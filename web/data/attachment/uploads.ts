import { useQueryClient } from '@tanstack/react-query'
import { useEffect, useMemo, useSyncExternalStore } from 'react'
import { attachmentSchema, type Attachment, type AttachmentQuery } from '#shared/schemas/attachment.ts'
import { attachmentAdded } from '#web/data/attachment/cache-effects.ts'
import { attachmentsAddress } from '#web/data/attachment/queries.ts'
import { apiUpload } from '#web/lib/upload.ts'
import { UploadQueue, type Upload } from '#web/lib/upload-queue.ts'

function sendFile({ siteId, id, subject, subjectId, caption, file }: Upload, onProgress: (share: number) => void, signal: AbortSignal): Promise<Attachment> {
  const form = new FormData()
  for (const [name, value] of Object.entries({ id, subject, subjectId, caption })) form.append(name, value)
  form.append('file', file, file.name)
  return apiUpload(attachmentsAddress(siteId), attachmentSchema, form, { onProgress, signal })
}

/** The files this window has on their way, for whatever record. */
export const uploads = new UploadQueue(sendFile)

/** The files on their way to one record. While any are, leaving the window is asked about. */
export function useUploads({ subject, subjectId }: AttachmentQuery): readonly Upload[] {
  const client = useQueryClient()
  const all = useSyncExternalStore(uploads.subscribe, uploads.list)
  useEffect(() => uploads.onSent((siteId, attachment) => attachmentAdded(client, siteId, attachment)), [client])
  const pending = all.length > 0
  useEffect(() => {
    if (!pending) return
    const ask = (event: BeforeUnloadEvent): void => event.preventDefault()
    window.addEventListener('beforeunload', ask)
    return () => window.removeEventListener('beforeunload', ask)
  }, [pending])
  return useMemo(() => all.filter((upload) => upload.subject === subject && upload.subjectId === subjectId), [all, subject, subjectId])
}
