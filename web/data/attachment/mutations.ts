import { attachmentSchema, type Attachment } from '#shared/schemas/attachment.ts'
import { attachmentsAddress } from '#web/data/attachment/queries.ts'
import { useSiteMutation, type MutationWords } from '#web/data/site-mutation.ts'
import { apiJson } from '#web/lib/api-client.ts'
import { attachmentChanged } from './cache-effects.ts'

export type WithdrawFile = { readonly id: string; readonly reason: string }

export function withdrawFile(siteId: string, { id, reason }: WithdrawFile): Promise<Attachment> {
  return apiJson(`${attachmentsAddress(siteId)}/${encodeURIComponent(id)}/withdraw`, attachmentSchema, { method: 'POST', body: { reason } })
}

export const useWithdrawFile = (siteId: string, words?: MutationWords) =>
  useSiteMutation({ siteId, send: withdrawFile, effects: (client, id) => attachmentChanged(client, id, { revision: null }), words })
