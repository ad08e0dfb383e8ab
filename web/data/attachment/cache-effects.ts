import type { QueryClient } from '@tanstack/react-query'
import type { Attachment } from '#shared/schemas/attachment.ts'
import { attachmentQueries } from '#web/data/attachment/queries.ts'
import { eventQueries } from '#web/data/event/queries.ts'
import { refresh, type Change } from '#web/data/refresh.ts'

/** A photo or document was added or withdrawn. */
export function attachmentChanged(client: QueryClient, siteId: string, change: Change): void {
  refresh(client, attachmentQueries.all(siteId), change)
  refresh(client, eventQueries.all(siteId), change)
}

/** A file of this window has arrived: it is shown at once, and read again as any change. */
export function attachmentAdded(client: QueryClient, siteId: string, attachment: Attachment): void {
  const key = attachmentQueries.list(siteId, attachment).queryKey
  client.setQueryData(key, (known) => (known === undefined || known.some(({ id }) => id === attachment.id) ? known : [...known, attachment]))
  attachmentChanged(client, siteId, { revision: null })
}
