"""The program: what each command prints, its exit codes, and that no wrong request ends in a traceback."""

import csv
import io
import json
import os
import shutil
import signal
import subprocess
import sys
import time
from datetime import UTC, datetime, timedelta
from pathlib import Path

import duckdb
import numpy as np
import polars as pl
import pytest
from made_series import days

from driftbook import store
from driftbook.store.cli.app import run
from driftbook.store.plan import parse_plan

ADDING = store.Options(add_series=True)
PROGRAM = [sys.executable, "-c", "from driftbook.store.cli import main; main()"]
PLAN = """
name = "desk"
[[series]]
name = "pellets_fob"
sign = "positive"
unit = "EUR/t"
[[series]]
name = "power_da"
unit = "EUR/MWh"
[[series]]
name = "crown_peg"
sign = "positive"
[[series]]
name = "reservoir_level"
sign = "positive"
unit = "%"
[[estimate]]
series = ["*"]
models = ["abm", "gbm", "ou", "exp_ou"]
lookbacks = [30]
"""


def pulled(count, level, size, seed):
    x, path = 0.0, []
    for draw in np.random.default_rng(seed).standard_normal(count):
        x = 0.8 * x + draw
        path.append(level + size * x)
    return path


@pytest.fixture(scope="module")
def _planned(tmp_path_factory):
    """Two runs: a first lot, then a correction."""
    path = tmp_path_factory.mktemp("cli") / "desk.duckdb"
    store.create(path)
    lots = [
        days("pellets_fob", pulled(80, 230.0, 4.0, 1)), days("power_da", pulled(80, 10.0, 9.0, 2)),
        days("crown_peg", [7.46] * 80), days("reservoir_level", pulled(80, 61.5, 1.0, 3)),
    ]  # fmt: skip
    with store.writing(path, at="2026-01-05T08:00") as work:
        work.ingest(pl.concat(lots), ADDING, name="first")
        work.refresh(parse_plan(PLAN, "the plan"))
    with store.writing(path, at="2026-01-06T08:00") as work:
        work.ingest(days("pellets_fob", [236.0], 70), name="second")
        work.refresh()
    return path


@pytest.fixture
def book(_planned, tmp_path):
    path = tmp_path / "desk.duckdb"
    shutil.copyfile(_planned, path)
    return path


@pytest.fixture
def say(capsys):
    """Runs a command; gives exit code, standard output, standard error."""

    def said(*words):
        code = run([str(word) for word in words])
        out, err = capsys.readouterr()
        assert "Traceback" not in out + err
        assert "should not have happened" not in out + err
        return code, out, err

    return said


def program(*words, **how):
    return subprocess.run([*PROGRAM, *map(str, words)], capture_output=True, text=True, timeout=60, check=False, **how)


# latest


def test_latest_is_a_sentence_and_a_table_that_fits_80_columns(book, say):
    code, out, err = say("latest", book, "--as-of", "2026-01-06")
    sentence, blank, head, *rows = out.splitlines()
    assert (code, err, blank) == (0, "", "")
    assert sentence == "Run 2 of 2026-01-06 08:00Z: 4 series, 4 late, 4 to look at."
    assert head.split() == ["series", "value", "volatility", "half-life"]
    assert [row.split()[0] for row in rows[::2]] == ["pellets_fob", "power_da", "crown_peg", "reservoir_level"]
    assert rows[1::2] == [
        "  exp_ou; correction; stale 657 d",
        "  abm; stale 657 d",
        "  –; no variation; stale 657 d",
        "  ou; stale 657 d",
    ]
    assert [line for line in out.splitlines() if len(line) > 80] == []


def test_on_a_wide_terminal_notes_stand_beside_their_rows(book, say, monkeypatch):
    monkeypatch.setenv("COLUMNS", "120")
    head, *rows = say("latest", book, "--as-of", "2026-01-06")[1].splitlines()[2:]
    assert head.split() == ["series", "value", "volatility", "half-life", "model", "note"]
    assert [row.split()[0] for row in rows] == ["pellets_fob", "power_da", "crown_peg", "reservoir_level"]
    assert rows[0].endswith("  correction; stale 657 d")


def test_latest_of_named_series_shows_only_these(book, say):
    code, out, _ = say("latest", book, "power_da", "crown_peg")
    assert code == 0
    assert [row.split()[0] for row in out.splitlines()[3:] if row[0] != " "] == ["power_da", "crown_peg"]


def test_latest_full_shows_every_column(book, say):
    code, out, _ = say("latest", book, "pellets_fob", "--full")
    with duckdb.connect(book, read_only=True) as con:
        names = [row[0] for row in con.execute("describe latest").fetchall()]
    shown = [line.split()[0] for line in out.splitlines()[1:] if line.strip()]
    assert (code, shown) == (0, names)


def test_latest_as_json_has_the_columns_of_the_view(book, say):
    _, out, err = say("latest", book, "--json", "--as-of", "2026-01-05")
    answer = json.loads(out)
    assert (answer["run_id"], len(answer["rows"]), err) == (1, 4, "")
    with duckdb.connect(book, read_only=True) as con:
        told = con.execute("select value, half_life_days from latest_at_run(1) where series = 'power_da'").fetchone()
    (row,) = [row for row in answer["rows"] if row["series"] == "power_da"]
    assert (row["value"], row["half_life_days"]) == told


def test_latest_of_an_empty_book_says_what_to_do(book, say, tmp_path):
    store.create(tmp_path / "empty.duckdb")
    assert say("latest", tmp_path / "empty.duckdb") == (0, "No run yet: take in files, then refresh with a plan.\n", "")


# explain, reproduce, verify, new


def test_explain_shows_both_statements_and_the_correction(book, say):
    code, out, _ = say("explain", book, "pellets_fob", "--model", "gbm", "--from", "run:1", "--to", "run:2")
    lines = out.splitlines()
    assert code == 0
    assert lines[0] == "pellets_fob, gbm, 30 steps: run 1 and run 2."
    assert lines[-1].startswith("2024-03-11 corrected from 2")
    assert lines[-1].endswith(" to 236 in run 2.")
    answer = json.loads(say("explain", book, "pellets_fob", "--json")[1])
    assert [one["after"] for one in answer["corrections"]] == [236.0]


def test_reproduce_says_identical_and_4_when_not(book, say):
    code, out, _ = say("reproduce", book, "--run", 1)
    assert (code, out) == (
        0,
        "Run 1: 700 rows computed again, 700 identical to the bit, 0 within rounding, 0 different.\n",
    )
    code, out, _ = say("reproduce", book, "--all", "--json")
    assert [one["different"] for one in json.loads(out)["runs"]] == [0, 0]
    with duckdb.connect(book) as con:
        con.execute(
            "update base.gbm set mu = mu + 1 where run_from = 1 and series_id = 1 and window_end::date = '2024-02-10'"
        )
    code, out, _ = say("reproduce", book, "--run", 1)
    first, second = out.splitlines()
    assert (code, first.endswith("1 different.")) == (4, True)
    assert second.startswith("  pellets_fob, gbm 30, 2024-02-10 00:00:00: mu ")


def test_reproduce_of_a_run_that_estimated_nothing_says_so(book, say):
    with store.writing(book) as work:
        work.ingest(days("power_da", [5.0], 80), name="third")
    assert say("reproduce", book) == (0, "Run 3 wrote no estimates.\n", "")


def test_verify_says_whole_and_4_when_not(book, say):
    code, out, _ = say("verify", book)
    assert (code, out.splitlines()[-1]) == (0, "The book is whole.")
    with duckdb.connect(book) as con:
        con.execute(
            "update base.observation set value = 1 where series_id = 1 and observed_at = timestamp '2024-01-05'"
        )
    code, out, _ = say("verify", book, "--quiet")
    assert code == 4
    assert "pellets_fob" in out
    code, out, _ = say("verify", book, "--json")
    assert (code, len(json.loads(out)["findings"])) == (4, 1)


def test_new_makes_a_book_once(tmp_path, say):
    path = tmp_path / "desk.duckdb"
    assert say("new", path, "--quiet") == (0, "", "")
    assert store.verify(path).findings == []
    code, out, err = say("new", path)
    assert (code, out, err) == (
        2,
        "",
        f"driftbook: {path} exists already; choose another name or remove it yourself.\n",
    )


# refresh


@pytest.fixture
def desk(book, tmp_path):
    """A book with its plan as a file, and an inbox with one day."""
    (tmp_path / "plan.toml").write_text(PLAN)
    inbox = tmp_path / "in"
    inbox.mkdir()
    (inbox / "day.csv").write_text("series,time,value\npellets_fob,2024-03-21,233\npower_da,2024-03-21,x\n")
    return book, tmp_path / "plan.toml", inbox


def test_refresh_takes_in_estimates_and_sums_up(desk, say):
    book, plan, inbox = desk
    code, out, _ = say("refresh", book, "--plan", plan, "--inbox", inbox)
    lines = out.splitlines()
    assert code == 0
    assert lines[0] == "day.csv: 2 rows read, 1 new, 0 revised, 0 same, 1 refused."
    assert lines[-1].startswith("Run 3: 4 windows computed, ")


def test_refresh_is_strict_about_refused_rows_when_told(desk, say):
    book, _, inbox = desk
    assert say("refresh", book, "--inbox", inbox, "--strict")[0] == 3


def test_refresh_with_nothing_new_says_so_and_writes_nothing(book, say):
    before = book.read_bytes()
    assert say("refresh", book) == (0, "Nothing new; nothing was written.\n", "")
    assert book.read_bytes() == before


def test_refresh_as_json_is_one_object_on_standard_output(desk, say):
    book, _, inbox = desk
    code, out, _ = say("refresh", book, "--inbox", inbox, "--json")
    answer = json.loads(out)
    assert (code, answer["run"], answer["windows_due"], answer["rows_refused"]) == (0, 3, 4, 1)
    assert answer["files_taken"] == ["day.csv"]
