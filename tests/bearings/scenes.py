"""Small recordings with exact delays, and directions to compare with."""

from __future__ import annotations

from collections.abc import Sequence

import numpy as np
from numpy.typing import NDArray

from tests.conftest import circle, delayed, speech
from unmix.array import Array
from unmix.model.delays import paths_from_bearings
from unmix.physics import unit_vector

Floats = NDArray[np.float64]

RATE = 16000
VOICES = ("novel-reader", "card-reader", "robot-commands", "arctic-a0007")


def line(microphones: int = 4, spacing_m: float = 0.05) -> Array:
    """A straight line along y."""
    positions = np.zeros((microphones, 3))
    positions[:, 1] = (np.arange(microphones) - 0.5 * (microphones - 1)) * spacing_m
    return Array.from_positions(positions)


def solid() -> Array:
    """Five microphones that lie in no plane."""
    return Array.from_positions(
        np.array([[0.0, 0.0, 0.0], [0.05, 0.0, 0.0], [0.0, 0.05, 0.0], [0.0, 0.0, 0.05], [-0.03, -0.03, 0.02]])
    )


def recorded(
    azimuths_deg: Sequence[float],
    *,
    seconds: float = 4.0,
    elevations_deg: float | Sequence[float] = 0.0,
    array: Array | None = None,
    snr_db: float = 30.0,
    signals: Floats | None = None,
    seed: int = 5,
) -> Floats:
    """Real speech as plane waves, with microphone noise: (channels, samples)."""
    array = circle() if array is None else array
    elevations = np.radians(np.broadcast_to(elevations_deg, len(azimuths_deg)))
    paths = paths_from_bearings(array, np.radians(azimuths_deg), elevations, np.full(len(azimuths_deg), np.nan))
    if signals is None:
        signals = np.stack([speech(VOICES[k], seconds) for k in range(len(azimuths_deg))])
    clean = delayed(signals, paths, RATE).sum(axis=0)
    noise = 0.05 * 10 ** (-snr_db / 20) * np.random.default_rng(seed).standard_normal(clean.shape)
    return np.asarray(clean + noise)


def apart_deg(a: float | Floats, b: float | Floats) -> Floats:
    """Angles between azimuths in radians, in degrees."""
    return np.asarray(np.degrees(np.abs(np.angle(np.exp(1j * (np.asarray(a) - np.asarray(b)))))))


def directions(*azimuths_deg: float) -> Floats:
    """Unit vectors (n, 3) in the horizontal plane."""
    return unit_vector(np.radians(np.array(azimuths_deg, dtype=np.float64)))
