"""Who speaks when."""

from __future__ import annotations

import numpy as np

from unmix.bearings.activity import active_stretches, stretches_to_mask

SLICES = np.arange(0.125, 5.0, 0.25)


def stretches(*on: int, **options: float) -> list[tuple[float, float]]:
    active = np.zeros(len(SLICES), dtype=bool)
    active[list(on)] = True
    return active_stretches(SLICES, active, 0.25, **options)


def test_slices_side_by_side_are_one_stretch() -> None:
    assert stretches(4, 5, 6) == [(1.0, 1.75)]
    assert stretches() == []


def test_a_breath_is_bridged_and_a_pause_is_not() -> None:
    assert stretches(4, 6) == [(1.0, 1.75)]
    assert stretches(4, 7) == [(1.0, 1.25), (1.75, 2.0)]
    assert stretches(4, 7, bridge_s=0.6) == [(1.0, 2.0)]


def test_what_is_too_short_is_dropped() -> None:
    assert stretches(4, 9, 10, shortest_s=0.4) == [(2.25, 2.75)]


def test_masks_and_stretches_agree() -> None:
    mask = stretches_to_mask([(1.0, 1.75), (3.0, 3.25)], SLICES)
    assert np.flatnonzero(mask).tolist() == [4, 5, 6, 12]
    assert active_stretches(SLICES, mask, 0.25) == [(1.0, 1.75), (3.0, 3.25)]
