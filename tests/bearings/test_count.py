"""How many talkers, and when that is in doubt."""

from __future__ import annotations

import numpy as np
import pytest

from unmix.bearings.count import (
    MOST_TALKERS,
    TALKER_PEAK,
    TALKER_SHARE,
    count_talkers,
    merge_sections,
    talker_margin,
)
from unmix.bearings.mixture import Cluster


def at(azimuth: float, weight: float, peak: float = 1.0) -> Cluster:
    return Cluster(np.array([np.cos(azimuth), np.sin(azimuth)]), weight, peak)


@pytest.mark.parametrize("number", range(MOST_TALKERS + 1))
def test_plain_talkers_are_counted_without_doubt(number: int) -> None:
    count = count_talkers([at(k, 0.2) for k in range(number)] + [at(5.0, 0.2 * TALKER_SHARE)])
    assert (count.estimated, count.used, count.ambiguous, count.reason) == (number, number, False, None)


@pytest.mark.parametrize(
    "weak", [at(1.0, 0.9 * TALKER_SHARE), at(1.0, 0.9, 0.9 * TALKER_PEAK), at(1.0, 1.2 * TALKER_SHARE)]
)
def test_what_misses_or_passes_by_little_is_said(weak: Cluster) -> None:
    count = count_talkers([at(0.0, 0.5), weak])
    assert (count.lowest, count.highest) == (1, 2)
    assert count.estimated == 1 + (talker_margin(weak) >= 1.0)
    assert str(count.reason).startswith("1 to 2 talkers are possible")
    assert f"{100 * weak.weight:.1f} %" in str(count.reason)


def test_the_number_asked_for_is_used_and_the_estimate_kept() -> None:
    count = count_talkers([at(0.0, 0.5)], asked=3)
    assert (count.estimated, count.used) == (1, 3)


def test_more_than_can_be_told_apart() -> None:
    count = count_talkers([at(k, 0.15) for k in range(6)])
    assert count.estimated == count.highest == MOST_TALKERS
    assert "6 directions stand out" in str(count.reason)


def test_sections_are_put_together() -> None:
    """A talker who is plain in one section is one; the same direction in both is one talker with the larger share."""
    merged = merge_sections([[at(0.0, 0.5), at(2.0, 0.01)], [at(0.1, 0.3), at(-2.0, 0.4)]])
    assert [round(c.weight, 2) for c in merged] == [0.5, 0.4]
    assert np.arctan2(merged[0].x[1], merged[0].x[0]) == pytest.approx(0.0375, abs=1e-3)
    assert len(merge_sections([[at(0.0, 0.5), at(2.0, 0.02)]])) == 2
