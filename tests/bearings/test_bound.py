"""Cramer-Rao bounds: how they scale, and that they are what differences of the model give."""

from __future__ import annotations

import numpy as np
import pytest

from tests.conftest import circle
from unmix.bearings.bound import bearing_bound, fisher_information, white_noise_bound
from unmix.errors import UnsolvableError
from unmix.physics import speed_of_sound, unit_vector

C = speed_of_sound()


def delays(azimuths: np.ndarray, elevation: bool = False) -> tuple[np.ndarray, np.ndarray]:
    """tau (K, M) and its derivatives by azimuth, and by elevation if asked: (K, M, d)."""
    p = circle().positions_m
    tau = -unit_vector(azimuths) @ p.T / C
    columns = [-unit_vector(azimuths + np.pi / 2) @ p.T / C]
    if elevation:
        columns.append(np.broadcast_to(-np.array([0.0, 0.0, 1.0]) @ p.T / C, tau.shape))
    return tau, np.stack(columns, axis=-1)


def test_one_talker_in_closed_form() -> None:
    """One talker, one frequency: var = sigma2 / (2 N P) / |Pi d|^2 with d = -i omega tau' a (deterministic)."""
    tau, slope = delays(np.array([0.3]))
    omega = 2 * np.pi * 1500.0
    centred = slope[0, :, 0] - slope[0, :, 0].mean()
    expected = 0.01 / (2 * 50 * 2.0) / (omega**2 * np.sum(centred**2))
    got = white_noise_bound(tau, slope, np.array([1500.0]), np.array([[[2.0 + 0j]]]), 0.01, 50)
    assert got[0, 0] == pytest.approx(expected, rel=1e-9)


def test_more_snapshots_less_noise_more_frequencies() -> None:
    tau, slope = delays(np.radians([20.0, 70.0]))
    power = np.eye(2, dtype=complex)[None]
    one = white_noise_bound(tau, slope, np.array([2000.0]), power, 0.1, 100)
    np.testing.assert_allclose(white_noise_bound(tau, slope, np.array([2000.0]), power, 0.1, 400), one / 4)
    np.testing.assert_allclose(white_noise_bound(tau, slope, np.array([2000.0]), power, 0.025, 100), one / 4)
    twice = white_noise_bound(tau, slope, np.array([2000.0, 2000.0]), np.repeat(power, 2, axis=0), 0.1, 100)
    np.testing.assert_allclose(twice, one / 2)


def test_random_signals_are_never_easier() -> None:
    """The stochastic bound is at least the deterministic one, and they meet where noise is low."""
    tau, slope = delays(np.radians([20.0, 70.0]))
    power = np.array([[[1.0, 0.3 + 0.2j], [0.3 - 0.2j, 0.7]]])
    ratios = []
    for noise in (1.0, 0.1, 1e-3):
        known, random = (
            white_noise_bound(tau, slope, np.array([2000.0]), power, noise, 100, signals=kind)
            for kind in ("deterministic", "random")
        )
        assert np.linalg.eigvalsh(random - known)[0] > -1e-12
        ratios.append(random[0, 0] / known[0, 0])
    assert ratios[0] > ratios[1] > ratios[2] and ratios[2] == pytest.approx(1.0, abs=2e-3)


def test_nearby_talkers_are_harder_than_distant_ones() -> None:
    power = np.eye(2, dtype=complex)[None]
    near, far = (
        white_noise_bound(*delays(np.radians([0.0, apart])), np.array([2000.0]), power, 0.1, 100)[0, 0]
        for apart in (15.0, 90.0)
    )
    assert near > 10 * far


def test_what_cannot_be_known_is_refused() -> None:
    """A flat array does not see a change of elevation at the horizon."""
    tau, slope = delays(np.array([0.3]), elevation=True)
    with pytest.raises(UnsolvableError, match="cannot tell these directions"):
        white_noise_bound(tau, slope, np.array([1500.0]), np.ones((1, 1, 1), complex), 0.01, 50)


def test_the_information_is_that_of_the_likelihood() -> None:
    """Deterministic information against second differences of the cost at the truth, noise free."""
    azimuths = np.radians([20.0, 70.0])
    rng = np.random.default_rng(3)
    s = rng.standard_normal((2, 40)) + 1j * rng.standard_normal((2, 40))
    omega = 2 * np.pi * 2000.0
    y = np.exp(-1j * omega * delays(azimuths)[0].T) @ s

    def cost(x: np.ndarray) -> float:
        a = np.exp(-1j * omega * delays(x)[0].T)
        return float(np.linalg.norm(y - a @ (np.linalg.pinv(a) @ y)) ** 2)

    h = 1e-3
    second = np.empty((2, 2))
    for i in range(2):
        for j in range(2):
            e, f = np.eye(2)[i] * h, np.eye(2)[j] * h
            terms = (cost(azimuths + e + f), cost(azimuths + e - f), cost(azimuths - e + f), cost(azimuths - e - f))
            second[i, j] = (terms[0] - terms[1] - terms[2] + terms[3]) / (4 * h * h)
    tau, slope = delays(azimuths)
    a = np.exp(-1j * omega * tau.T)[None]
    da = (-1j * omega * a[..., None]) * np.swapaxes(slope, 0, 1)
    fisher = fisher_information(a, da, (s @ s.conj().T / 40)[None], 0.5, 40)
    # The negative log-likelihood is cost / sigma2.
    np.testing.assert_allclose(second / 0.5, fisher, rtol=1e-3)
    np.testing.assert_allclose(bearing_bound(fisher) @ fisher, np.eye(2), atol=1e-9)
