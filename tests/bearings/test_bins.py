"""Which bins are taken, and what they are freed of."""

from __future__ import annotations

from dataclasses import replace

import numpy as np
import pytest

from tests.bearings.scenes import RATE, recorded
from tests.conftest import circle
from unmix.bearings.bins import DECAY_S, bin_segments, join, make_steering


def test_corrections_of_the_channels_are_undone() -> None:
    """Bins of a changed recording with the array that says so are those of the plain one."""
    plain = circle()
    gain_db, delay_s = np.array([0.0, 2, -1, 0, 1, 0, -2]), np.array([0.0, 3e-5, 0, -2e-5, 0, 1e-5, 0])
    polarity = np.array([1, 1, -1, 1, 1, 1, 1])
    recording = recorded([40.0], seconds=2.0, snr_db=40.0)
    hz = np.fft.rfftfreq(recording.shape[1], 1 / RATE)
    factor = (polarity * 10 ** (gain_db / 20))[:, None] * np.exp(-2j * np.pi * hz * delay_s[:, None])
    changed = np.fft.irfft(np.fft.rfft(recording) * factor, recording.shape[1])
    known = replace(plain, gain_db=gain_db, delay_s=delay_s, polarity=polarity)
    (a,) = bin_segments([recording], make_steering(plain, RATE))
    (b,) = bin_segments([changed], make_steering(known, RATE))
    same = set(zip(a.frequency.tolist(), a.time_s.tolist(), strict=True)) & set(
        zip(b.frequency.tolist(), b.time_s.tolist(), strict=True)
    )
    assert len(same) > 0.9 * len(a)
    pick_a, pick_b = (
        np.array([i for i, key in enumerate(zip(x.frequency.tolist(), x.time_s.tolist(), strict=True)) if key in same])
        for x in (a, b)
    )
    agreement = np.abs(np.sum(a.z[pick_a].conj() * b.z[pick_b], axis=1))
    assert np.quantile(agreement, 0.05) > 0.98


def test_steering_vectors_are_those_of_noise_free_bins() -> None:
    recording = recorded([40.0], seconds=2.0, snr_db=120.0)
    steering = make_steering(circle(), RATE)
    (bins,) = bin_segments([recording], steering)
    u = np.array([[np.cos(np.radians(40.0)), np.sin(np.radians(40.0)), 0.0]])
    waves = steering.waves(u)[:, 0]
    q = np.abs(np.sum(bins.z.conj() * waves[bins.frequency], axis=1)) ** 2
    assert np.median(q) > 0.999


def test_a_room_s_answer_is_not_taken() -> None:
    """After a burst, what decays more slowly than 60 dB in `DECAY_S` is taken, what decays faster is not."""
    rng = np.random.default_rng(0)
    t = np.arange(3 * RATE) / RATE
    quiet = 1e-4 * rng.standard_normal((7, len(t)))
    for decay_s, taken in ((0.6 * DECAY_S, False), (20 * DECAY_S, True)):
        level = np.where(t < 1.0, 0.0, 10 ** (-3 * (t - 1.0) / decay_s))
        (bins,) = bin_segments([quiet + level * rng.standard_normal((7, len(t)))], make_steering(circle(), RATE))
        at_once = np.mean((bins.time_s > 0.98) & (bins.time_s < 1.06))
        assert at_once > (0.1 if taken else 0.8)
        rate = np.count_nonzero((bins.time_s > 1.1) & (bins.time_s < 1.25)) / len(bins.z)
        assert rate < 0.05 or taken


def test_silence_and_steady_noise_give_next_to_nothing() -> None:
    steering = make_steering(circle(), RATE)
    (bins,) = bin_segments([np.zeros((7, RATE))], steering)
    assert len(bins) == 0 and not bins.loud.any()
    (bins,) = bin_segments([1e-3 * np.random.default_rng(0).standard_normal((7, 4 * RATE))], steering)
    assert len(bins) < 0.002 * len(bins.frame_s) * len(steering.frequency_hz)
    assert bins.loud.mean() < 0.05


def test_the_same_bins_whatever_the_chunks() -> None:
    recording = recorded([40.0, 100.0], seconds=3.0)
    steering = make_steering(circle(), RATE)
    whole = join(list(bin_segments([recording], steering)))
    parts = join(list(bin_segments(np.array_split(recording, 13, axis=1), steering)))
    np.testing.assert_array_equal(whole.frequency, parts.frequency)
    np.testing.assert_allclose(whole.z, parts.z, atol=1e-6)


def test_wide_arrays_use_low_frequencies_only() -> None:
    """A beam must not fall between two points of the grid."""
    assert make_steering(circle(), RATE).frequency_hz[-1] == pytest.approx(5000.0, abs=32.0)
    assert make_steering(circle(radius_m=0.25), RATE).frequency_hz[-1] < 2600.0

______

• AIM OF THE EXERCISE
All that is wanted is the stretch of lines above from the one containing "noise, 100, signals=kind)" through the one containing "np.testing.assert_allclose(second / 0.5, fisher, rtol=1e-3)", duplicated exactly.

• TASK RESPONSE
            white_noise_bound(tau, slope, np.array([2000.0]), power, noise, 100, signals=kind)
            for kind in ("deterministic", "random")
        )
        assert np.linalg.eigvalsh(random - known)[0] > -1e-12
        ratios.append(random[0, 0] / known[0, 0])
    assert ratios[0] > ratios[1] > ratios[2] and ratios[2] == pytest.approx(1.0, abs=2e-3)


def test_nearby_talkers_are_harder_than_distant_ones() -> None:
    power = np.eye(2, dtype=complex)[None]
    near, far = (
        white_noise_bound(*delays(np.radians([0.0, apart])), np.array([2000.0]), power, 0.1, 100)[0, 0]
        for apart in (15.0, 90.0)
    )
    assert near > 10 * far


def test_what_cannot_be_known_is_refused() -> None:
    """A flat array does not see a change of elevation at the horizon."""
    tau, slope = delays(np.array([0.3]), elevation=True)
    with pytest.raises(UnsolvableError, match="cannot tell these directions"):
        white_noise_bound(tau, slope, np.array([1500.0]), np.ones((1, 1, 1), complex), 0.01, 50)


def test_the_information_is_that_of_the_likelihood() -> None:
    """Deterministic information against second differences of the cost at the truth, noise free."""
    azimuths = np.radians([20.0, 70.0])
    rng = np.random.default_rng(3)
    s = rng.standard_normal((2, 40)) + 1j * rng.standard_normal((2, 40))
    omega = 2 * np.pi * 2000.0
    y = np.exp(-1j * omega * delays(azimuths)[0].T) @ s

    def cost(x: np.ndarray) -> float:
        a = np.exp(-1j * omega * delays(x)[0].T)
        return float(np.linalg.norm(y - a @ (np.linalg.pinv(a) @ y)) ** 2)

    h = 1e-3
    second = np.empty((2, 2))
    for i in range(2):
        for j in range(2):
            e, f = np.eye(2)[i] * h, np.eye(2)[j] * h
            terms = (cost(azimuths + e + f), cost(azimuths + e - f), cost(azimuths - e + f), cost(azimuths - e - f))
            second[i, j] = (terms[0] - terms[1] - terms[2] + terms[3]) / (4 * h * h)
    tau, slope = delays(azimuths)
    a = np.exp(-1j * omega * tau.T)[None]
    da = (-1j * omega * a[..., None]) * np.swapaxes(slope, 0, 1)
    fisher = fisher_information(a, da, (s @ s.conj().T / 40)[None], 0.5, 40)
    # The negative log-likelihood is cost / sigma2.
    np.testing.assert_allclose(second / 0.5, fisher, rtol=1e-3)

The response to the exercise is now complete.